Crosby Colapinto

Personal information
- Born: July 15, 2001 (age 24) San Clemente, California, U.S.
- Height: 5 ft 11 in (1.80 m)

Surfing career
- Sport: Surfing
- Best year: 2024 – Ranked No. 10 WSL CT World Tour
- Sponsors: Rip Curl, Monster Energy, Dragon Alliance, FCS, Lost Surfboards
- Major achievements: 2024 WSL Rookie of the Year;

Surfing specifications
- Stance: Regular

= Crosby Colapinto =

American professional surfer

Crosby Colapinto (born July 15, 2001) is an American professional surfer who is in the World Surf League.

== Career ==
Crosby began his career on the Junior Tour in 2017. In 2022 he won the Virtual Vans Triple Crown (Pipeline).

In 2023 Crosby took 4th place in the Challenger Series and got his spot for the first time in the CT, joining his brother Griffin Colapinto in the biggest competition in world surfing.

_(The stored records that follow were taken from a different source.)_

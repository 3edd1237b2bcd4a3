"""The reliability columns heschl writes, checked against references.

The values of ``se``, ``ci_low``/``ci_high`` and ``reliability`` in a features table
come from :func:`heschl.features.compute_features`; these tests feed it trials of a known
distribution and compare the written columns with mne (used as a reference library) and
with the truth the trials were drawn around.
"""
import dataclasses

import mne
import numpy as np
import pytest

from heschl import config
from heschl.features import Source, compute_features

SFREQ = 250.0
TIMES = np.arange(-25, 100) / SFREQ  # -0.1 to 0.396 s, exact multiples of the sample period
CHANNELS = ["Fz", "FC1", "FC2", "FCz", "Cz", "TP9", "TP10"]
UV = 1e-6


@pytest.fixture(scope="module")
def oddball():
    paradigm = config.load_paradigm(config.builtin_dir("paradigms") / "oddball.toml")
    core = config.load_feature_set(config.builtin_dir("features") / "oddball-core.toml", paradigm)
    return paradigm, core


def _only(feature_set, *names):
    return dataclasses.replace(feature_set, measures=tuple(m for m in feature_set.measures if m.name in names))


def _trials(rng, n, amplitude, noise=5 * UV):
    """n trials: ``amplitude`` (V) on every channel in 0.10-0.25 s, plus white noise."""
    x = noise * rng.standard_normal((n, len(CHANNELS), TIMES.size))
    x[..., (TIMES >= 0.10) & (TIMES <= 0.25)] += amplitude
    return x


def _sme_of_region_mean(trials, window):
    """mne's compute_sme on the region-mean trials (one virtual channel).

    heschl's window holds both edge samples; mne's ``get_data(tmin, tmax)`` (inside
    compute_sme) leaves out the sample at ``tmax`` (seen with mne 1.13 here), so ``stop``
    is one sample past the window's end: the same samples on both sides.
    """
    region = trials[:, :5].mean(axis=1, keepdims=True)
    info = mne.create_info(["region"], SFREQ, "eeg")
    epochs = mne.EpochsArray(region, info, tmin=TIMES[0], baseline=None, verbose="error")
    stop = window[1] + 1 / SFREQ
    return float(mne.stats.erp.compute_sme(epochs, start=window[0], stop=stop)[0])


def test_se_column_of_a_mean_amplitude_equals_mne_compute_sme(oddball):
    # Luck, Stewart, Simmons & Rhemtulla 2021 (docs/REFERENCES.md F28): the SME of a mean
    # amplitude is SD(single-trial window means) / sqrt(N); mne's compute_sme is the
    # reference (numpy's default SD, ddof=0). For the difference wave the errors of
    # deviants and standards add in quadrature (independent trials). 1e-9 relative: the
    # same numbers summed in another order.
    paradigm, core = oddball
    rng = np.random.default_rng(7)
    data = {"deviant": _trials(rng, 37, -3 * UV), "standard": _trials(rng, 121, 0.0)}
    source = Source(data, TIMES, CHANNELS, SFREQ, paradigm)
    fs = _only(core, "mismatch_mean_amplitude", "n1_standard_mean_amplitude")
    rows = {r["feature"]: r for r in compute_features(fs, source, paradigm.rejection.min_trials)}
    n1 = _sme_of_region_mean(data["standard"], (0.08, 0.12)) * 1e6
    assert rows["n1_standard_mean_amplitude"]["se"] == pytest.approx(n1, rel=1e-9)
    mismatch = np.hypot(_sme_of_region_mean(data["deviant"], (0.10, 0.25)),
                        _sme_of_region_mean(data["standard"], (0.10, 0.25))) * 1e6
    assert rows["mismatch_mean_amplitude"]["se"] == pytest.approx(mismatch, rel=1e-9)


def test_interval_columns_cover_the_truth_at_the_nominal_rate(oddball):
    # Percentile bootstrap (Efron & Tibshirani 1993, docs/REFERENCES.md F29): over many
    # recordings drawn around a known mismatch of -2 uV, the written 95 % interval holds
    # the truth in about 95 % of them. 300 recordings: binomial SE 1.3 %; the percentile
    # interval of a mean of 30-40 trials runs slightly narrow (about 1 % under, common
    # practice), so 0.90-0.99 is about 4 SE below and 3 SE above the nominal rate.
    paradigm, core = oddball
    fs = dataclasses.replace(_only(core, "mismatch_mean_amplitude"),
                             reliability=dict(core.reliability, bootstrap=150, splits=10))
    rng = np.random.default_rng(11)
    covered, se_ratio = [], []
    for k in range(300):
        data = {"deviant": _trials(rng, 35, -2 * UV), "standard": _trials(rng, 40, 0.0)}
        source = Source(data, TIMES, CHANNELS, SFREQ, paradigm)
        row = next(r for r in compute_features(fs, source, {}, seed=k) if r["feature"] == "mismatch_mean_amplitude")
        covered.append(row["ci_low"] <= -2.0 <= row["ci_high"])
        # The interval's width agrees with the analytic SME: 2 x 1.96 SE for a normal mean.
        se_ratio.append((row["ci_high"] - row["ci_low"]) / (2 * 1.96 * row["se"]))
    assert 0.90 <= np.mean(covered) <= 0.99
    assert np.median(se_ratio) == pytest.approx(1.0, abs=0.08)


def test_reliability_column_tells_a_response_from_noise(oddball):
    # Subject-level reliability (Clayson, Brush & Hajcak 2021, docs/REFERENCES.md F31):
    # t / (t + se^2) with t = max(value^2 - se^2, 0): near 1 for a response far above its
    # error, near 0 for trials with no response at all.
    paradigm, core = oddball
    fs = _only(core, "mismatch_mean_amplitude")
    rng = np.random.default_rng(3)
    strong = Source({"deviant": _trials(rng, 40, -6 * UV), "standard": _trials(rng, 120, 0.0)},
                    TIMES, CHANNELS, SFREQ, paradigm)
    null = Source({"deviant": _trials(rng, 40, 0.0), "standard": _trials(rng, 120, 0.0)},
                  TIMES, CHANNELS, SFREQ, paradigm)
    high = next(r for r in compute_features(fs, strong, {}) if r["feature"] == "mismatch_mean_amplitude")
    low = next(r for r in compute_features(fs, null, {}) if r["feature"] == "mismatch_mean_amplitude")
    assert high["reliability"] > 0.95 and low["reliability"] < 0.5
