def test_outputs_open_with_the_readme_snippets_in_a_fresh_interpreter(processed_study):
    import subprocess
    import sys

    study, _ = processed_study
    waveforms = next(study.output.rglob("*task-oddball_desc-waveforms_erp.nc"))
    csd = next(study.output.rglob("*task-rest_desc-csd_csd.nc"))
    code = f"""
import pandas as pd
features = pd.read_csv({str(study.output / "group" / "features.tsv")!r}, sep="\\t")
import xarray as xr
ds = xr.open_dataset({str(waveforms)!r})
assert {{"signal", "channel", "time"}} <= set(ds.dims), ds.dims
assert ds["average"].attrs["units"] == "V" and ds["time"].attrs["units"] == "s"
assert "mismatch" in list(ds["signal"].values) and ds.attrs["participant_id"].startswith("sub-")
assert len(ds.attrs["input_key"]) == 64
c = xr.open_dataset({str(csd)!r})
m = c["real"].values + 1j * c["imag"].values
assert abs(m - m.conj().swapaxes(-1, -2)).max() <= 1e-12 * abs(m).max()  # Hermitian (docs/REFERENCES.md F37)
assert {{"ci_low", "ci_high", "se", "reliability"}} <= set(features.columns)
print("ok")
"""
    done = subprocess.run([sys.executable, "-W", "error", "-c", code], capture_output=True, text=True)
    assert done.stdout.strip() == "ok", done.stderr


def test_blinks_are_removed_from_kept_epochs(processed_study, truth):
    """Issue acceptance: residual correlation of kept epochs with the blink source < 0.2."""
    from heschl.clean import clean
    from heschl.harmonise import harmonise, read_raw
    from heschl.pipeline import _segment_and_reject

    study, _ = processed_study
    t = next(t for t in truth["recordings"] if t["paradigm"] == "oddball" and len(t["blinks_s"]) >= 10
             and not t["low_count_condition"])
    recording = next(r for r in discover(study) if r.participant_id == t["participant_id"]
                     and r.paradigm == "oddball")
    paradigm = study.analyses[0].paradigm
    site = study.sites[recording.site]
    raw, markers, record = harmonise(read_raw(recording.path), site, paradigm, study.common_channels, "x")
    # The same cleaning without the ocular step, to show the blinks are there before it.
    import dataclasses

    plain = dataclasses.replace(paradigm, cleaning=dataclasses.replace(paradigm.cleaning, ocular="none"))
    uncorrected = raw.copy()
    clean(uncorrected, plain, where="x", restored=record["restored_reference"], line_frequency=site.line_frequency)
    cleaning = clean(raw, paradigm, where="x", restored=record["restored_reference"],
                     line_frequency=site.line_frequency)
    data, times, entries, ch_names, _, _ = _segment_and_reject(raw, markers, paradigm, cleaning)
    sfreq = raw.info["sfreq"]
    course = blink_course(t["blinks_s"], raw.n_times, sfreq)
    fp1 = ch_names.index("Fp1")

    def kept_correlation():
        eeg, blink = [], []
        for condition in paradigm.conditions:
            kept = [e for e in entries if e["condition"] == condition and e["kept"]]
            for entry, trial in zip(kept, data[condition]):
                first = int(round(entry["onset_s"] * sfreq)) + int(round(times[0] * sfreq))
                eeg.append(trial[fp1])
                blink.append(course[first:first + len(times)])
        return abs(np.corrcoef(np.concatenate(eeg), np.concatenate(blink))[0, 1])

    after = kept_correlation()
    # The source is real: in the continuous Fp1 cleaned without the ocular step the blinks
    # dominate; the default ocular correction (ICA) then removes them.
    before = abs(np.corrcoef(uncorrected.get_data(picks=["Fp1"])[0], course)[0, 1])
    print(f"blink source correlation at Fp1: continuous {before:.2f}, kept epochs {after:.2f}")
    assert before > 0.5
    assert after < 0.2


def test_mastoid_inversion_is_a_qc_metric(processed_study):
    # docs/REFERENCES.md F19: under the average reference the mismatch inverts at the mastoids.
    study, _ = processed_study
    for recording in discover(study):
        if recording.paradigm != "oddball" or recording.datatype != "eeg":
            continue  # MEG has no mastoid electrodes
        qc = json.loads(recording_paths(study.output, recording)["qc"].read_text())
        inversion = qc["mastoid_inversion"]["mismatch"]
        assert inversion["mastoids"] == ["TP9", "TP10"] and inversion["window_s"] == [0.1, 0.25]
        assert inversion["region_uv"] < 0 < inversion["mastoid_uv"] and inversion["inverted"]
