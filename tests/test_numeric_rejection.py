"""Peak-to-peak rejection with a fixed limit.

External facts are named beside each assertion with their REFERENCES.md entry
(docs/REFERENCES.md, "F<n>").
"""
import logging

import mne
import numpy as np
import pytest
from _helpers import AWKWARD_SFREQ, mne_notices_ignored

from heschl.errors import DefinitionError, InputDataError
from heschl.numeric import fixed_threshold, peak_to_peak

CHANNELS = ["Fp1", "Fz", "Cz", "Pz"]
BLINK_EPOCHS = [7, 23, 48, 61, 90]
LIMIT = 100e-6  # V; a common fixed EEG limit (docs/REFERENCES.md F33, common practice)


@pytest.fixture
def epochs(rng):
    """100 epochs of 5 uV noise, 0.8 s at an awkward rate; 200 uV blinks at Fp1."""
    n_times = int(0.8 * AWKWARD_SFREQ)
    x = 5e-6 * rng.standard_normal((100, len(CHANNELS), n_times))
    t = np.arange(n_times) / AWKWARD_SFREQ
    blink = 200e-6 * np.exp(-0.5 * ((t - 0.4) / 0.05) ** 2)  # V
    x[BLINK_EPOCHS, 0] += blink
    return x


def test_peak_to_peak_is_max_minus_min(rng):
    x = rng.standard_normal((6, 3, 50))
    np.testing.assert_array_equal(peak_to_peak(x), np.ptp(x, axis=-1))


def test_blink_epochs_and_only_those_are_dropped(epochs):
    # docs/REFERENCES.md F33: 100 epochs, 5 with a 200 uV blink at Fp1 -> exactly those 5 at 100 uV.
    keep, reasons = fixed_threshold(peak_to_peak(epochs), LIMIT, CHANNELS)
    assert np.flatnonzero(~keep).tolist() == BLINK_EPOCHS
    assert all(reasons[i] == () for i in np.flatnonzero(keep))
    for i in BLINK_EPOCHS:
        (reason,) = reasons[i]
        assert reason.startswith("peak-to-peak 2") and reason.endswith(" uV > 100 uV at Fp1")


def test_baseline_correction_changes_nothing(epochs):
    # docs/REFERENCES.md F33: baseline correction cannot change peak-to-peak amplitude.
    baseline = epochs[..., :20].mean(axis=-1, keepdims=True)  # first ~0.19 s
    before = fixed_threshold(peak_to_peak(epochs), LIMIT, CHANNELS)
    after = fixed_threshold(peak_to_peak(epochs - baseline), LIMIT, CHANNELS)
    np.testing.assert_array_equal(before[0], after[0])
    # atol 1e-18 V: subtracting the offset rounds at 1e-21 V on uV-sized samples
    np.testing.assert_allclose(peak_to_peak(epochs), peak_to_peak(epochs - baseline),
                               rtol=0, atol=1e-18)


def test_same_epochs_as_mne_reject(epochs):
    # docs/REFERENCES.md F33: mne Epochs(reject=dict(eeg=100e-6)) documentation, same array.
    info = mne.create_info(CHANNELS, AWKWARD_SFREQ, ch_types="eeg")
    with mne_notices_ignored():
        # A copy: mne 1.13 keeps the given array and compacts it in place when it drops
        # epochs (seen here: the input lost its blink rows).
        reference = mne.EpochsArray(epochs.copy(), info, tmin=-0.2, reject=dict(eeg=LIMIT),
                                    baseline=None, verbose=False)
        reference.drop_bad(verbose=False)
    dropped_by_mne = [i for i, log in enumerate(reference.drop_log) if log]
    keep, _ = fixed_threshold(peak_to_peak(epochs), LIMIT, CHANNELS)
    assert np.flatnonzero(~keep).tolist() == dropped_by_mne == BLINK_EPOCHS


def test_reason_text_and_per_channel_limits():
    ptp = np.array([[212.3e-6, 40e-6, 100.04e-6, 20e-6],
                    [99e-6, 60e-6, 100e-6, np.nan]])
    keep, reasons = fixed_threshold(ptp, [150e-6, 50e-6, 100e-6, 100e-6], CHANNELS)
    assert keep.tolist() == [False, False]
    assert reasons[0] == ("peak-to-peak 212.3 uV > 150 uV at Fp1",
                          "peak-to-peak 100.04 uV > 100 uV at Cz")  # decimals to tell apart
    assert reasons[1] == ("peak-to-peak 60 uV > 50 uV at Fz",
                          "peak-to-peak not finite (nan) at Pz")  # 100 uV == limit is kept


def test_rejection_count_is_logged(epochs, caplog):
    with caplog.at_level(logging.INFO, logger="heschl.numeric.rejection"):
        fixed_threshold(peak_to_peak(epochs), LIMIT, CHANNELS)
    assert "Dropped 5 of 100 epochs (5 %)" in caplog.text


@pytest.mark.parametrize(("limit", "pattern"), [
    (0.0, r"limit = 0.0 V is not one positive value"),
    ([1e-4, 1e-4], r"or one per channel \(4\)"),
    (np.inf, r"limit = inf V"),
    (100.0, r"limit = 100 V is above 0.01 V and looks like a value in uV"),
])
def test_bad_limits_are_refused(limit, pattern):
    with pytest.raises(DefinitionError, match=pattern):
        fixed_threshold(np.zeros((3, 4)), limit, CHANNELS)


def test_bad_shapes_are_refused():
    with pytest.raises(InputDataError, match=r"x has shape \(4, 10\); pass epochs shaped"):
        peak_to_peak(np.zeros((4, 10)))
    with pytest.raises(InputDataError, match=r"ptp has shape \(3, 4\) but 3 channel names"):
        fixed_threshold(np.zeros((3, 4)), LIMIT, CHANNELS[:3])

In the 2024 season, Crosby achieved his best result in a stage, a third place in the MEO Rip Curl Pro Portugal. He finished his rookie season in 10th place and won the 2024 WSL Rookie of the Year.

== Career victories ==

WQS Wins
| Year | Event | Venue | Country |
| 2023 | Barbados Surf Pro | Soup Bowl, Bathsheba | Barbados |
| 2019 | Jack's Surfboards Pro | Huntington Beach, California | United States |

Juniors Wins
| Year | Event | Venue | Country |
| 2019 | Vans Pro Junior | Virginia Beach, Virginia | United States |
| 2018 | Live Like Zander Junior Pro | Soup Bowl, Bathsheba | Barbados |
| 2018 | Los Cabos Open of Surf | Zippers, San Jose del Cabo | Mexico |

== Other work ==
Crosby and his brother Griffin Colapinto post surfing highlights to their YouTube channel, Cola Bros, which has gained a strong following.